I am given the system $\\$ $\dot r = (1-r^2)\cosh(r)$, $\dot \theta = 1$ and am required to sketch the phase flow for it in both Cartesian co-ordinates $(x,y) = (r\cos \theta, r\sin \theta)$ and also polar co-ordinates $(r,\theta)$
So I know I need to solve differential equations which give me
$\theta = t + c$ where $c$ is a constant
but I am struggling to solve the other differential equation as separating the variable does not work, as the integration is difficult to solve.
$$\dfrac {dr}{(1-r^2)\cosh(r)} = 1 \cdot dt$$
Solving the differential equation is the only thing stopping me drawing the phase flow, but I am really struggling on how to solve it.

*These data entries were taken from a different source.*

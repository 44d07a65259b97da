"""A process killed before or after each operation of its writes: the former state or the new one, never between.

The kill is injected at the hook of the one module all writes go through, before each operation and at the next one;
nothing of the writer runs afterwards. Real loss of power is not tested.
"""

from __future__ import annotations

import contextlib
import os
import shutil
import signal
from collections.abc import Callable
from pathlib import Path

import pytest

from trunnion.calculations import writes
from trunnion.calculations.baselines import issued_revisions
from trunnion.records.audit import Verdict, audit
from trunnion.records.casework import case_of, stored_results
from trunnion.records.findings import add, stored
from trunnion.records.rules import State, judge
from trunnion.spec import load_workbook

pytestmark = pytest.mark.needs("ssh-keygen")


class _Killed(BaseException):
    """Stands for a process killed at this moment."""


def operations(action: Callable[[], object], monkeypatch: pytest.MonkeyPatch) -> int:
    """How many operations an undisturbed action takes."""
    seen: list[str] = []
    monkeypatch.setattr(writes, "before_step", lambda name, path: seen.append(name))
    action()
    monkeypatch.setattr(writes, "before_step", None)
    return len(seen)


def some(total: int, count: Callable[[int], int]) -> list[int]:
    """The operations at which to kill: each in the full run, a spread and the last ones otherwise."""
    wanted = total if count(total) == total else 4
    return sorted({*(number * total // wanted for number in range(wanted)), *range(max(0, total - 3), total)})


def killed_at(number: int, action: Callable[[], object], monkeypatch: pytest.MonkeyPatch, place: Path) -> bool:
    """Kill at one operation, if it comes to that; says whether it did.

    The lock is then a dead process's, which the next one takes over: here, it is removed.
    """
    left = [number]

    def kill(name: str, path: Path) -> None:
        left[0] -= 1
        if left[0] < 0:
            raise _Killed

    monkeypatch.setattr(writes, "before_step", kill)
    with contextlib.suppress(_Killed):
        action()
    monkeypatch.setattr(writes, "before_step", None)
    for lock in place.rglob("lock.json"):
        lock.unlink()
    return left[0] < 0


def signed_state(workbook: Path) -> set[State]:
    loaded = load_workbook(workbook)
    standing = judge(case_of(loaded, stored_results(loaded)))
    return {mark.state for (_, role), mark in standing.marks.items() if role == "prepared"}


def test_sign(desk, monkeypatch) -> None:
    folder = desk.workbook / "records" / "signatures"
    number = 0
    while killed_at(number, lambda: desk.sign("prepared"), monkeypatch, desk.workbook.parent):
        assert signed_state(desk.workbook) in ({State.NOT_SIGNED}, {State.SIGNED}), number
        assert desk.sign("prepared") == 0
        assert signed_state(desk.workbook) == {State.SIGNED}
        shutil.rmtree(folder)
        number += 1
    assert number >= 8, "signature and statement, four operations each"


@pytest.mark.parametrize("number", [0, 3, 5, 7])
def test_sign_killed_by_the_system(desk, number: int) -> None:
    """A real SIGKILL, from inside, at one operation; the next process takes the dead one's lock over."""
    left = [number]

    def kill(name: str, path: Path) -> None:
        left[0] -= "signatures" in str(path)
        if left[0] < 0:
            os.kill(os.getpid(), signal.SIGKILL)

    child = os.fork()
    if child == 0:
        writes.before_step = kill
        desk.sign("prepared")
        os._exit(0)
    assert os.WTERMSIG(os.waitpid(child, 0)[1]) == signal.SIGKILL
    assert signed_state(desk.workbook) == {State.SIGNED if number == 7 else State.NOT_SIGNED}
    assert desk.sign("prepared") == 0
    assert signed_state(desk.workbook) == {State.SIGNED}


def test_finding(desk, monkeypatch) -> None:
    def act() -> object:
        return add(load_workbook(desk.workbook), against="C01", text="Why?", by="c1", time="2031-05-28T08:00:00Z")

    total = operations(act, monkeypatch)
    for number in range(total):
        before = len(stored(desk.workbook))
        assert killed_at(number, act, monkeypatch, desk.workbook.parent)
        assert len(stored(desk.workbook)) in (before, before + 1)


def test_issue(desk, monkeypatch, count) -> None:
    desk.sign_all()
    assert desk.run("bind", desk.workbook, "--no-pdf") == 0
    whole = shutil.copytree(desk.workbook.parent, desk.workbook.parent.parent / "whole")
    total = operations(desk.issue, monkeypatch)
    for number in some(total, count):
        shutil.rmtree(desk.workbook.parent)
        shutil.copytree(whole, desk.workbook.parent)
        killed_at(number, desk.issue, monkeypatch, desk.workbook.parent)
        issued = issued_revisions(desk.workbook)
        assert issued in ([], ["A"])
        assert desk.run("status", desk.workbook) == 0
    if not issued:
        assert desk.issue() == 0


def test_archive(issued, tmp_path, monkeypatch, count) -> None:
    into = tmp_path / "made"

    def act() -> object:
        assert issued.run("archive", issued.workbook, "--key", issued.keys / "a1", "--into", into) == 0
        return None

    total = operations(act, monkeypatch)
    kept = issued.workbook / "records" / "archived"
    for number in some(total, count):
        shutil.rmtree(into)
        shutil.rmtree(kept, ignore_errors=True)
        killed_at(number, act, monkeypatch, tmp_path)
        found = [path for path in into.iterdir() if not path.name.startswith(".")] if into.is_dir() else []
        for path in found:
            verdict = audit(path, signers=issued.signers.read_bytes()).verdict
            assert verdict is Verdict.VALID, (number, path)
        act()
        assert audit(into / "MIN-001-A.zip", signers=issued.signers.read_bytes()).verdict is Verdict.VALID


def test_a_tree_is_whole_or_absent(tmp_path, monkeypatch) -> None:
    files = {"a.txt": b"1", "deep/b.txt": b"2"}
    target = tmp_path / "tree"
    total = operations(lambda: writes.write_tree(target, files), monkeypatch)
    for number in range(total):
        shutil.rmtree(target, ignore_errors=True)
        killed_at(number, lambda: writes.write_tree(target, files), monkeypatch, tmp_path)
        assert not target.exists() or sorted(p.name for p in target.rglob("*.txt")) == ["a.txt", "b.txt"]
        writes.sweep(tmp_path)
        assert [path.name for path in tmp_path.iterdir()] in ([], ["tree"])
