def test_an_input_without_a_source_is_a_finding_until_a_checker_closes_it(desk, capsys) -> None:
    desk.edit(", source: SYS 2", "")
    desk.run("compute", desk.workbook, "--no-pdf", "--quiet", "--allow-local-templates")
    desk.sign("prepared")
    desk.sign("checked")
    assert desk.sign("approved") == 2
    assert "finding source:requirements.R2 is open" in capsys.readouterr().err
    desk.run("finding", "answer", desk.workbook, "source:requirements.R2", "--text", "House rule.", "--by", "p1")
    assert desk.run("finding", "close", desk.workbook, "source:requirements.R2", "--by", "p1") == 2
    assert desk.run("finding", "close", desk.workbook, "source:requirements.R2", "--by", "c1") == 0
    assert desk.sign("approved") == 0


def test_all_lasting_files_are_written_by_the_one_module() -> None:
    """Records and commands write through `calculations.writes`; what they write else lies in temporary folders."""
    temporary = {"verification.py", "reading.py", "scratch.py", "recompute.py"}  # scratch copies only
    package = Path(layout.__file__).parents[1]
    for path in [*(package / "records").glob("*.py"), *(package / "cli").glob("*.py")]:
        text = path.read_text()
        found = re.findall(r"\.write_(?:text|bytes)\(|\.open\(\"[wxa]|\bopen\([^)]*\"[wxa]|shutil\.(?:copy|move)", text)
        through = len(re.findall(r"\bwrites\.write_(?:text|bytes)\(", text))
        assert len(found) == through or path.name in temporary, path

The above analysis in my comment shows that there is a stable limit cycle defined by $r=1$ i.e. all trajectories converge asymptotically towards this cycle. If we transform the system equation to cartesian coordinates we get $$\frac{dx}{dt}=-y+(1-x^2-y^2)\cosh(\sqrt{x^2+y^2})\frac{x}{\sqrt{x^2+y^2}}\\ \frac{dy}{dt}=x+(1-x^2-y^2)\cosh(\sqrt{x^2+y^2})\frac{y}{\sqrt{x^2+y^2}}$$
with streamplot showing in the following Figure which is as expected.
I suppose you can now complete the flow in the $(r,\theta)$ plane.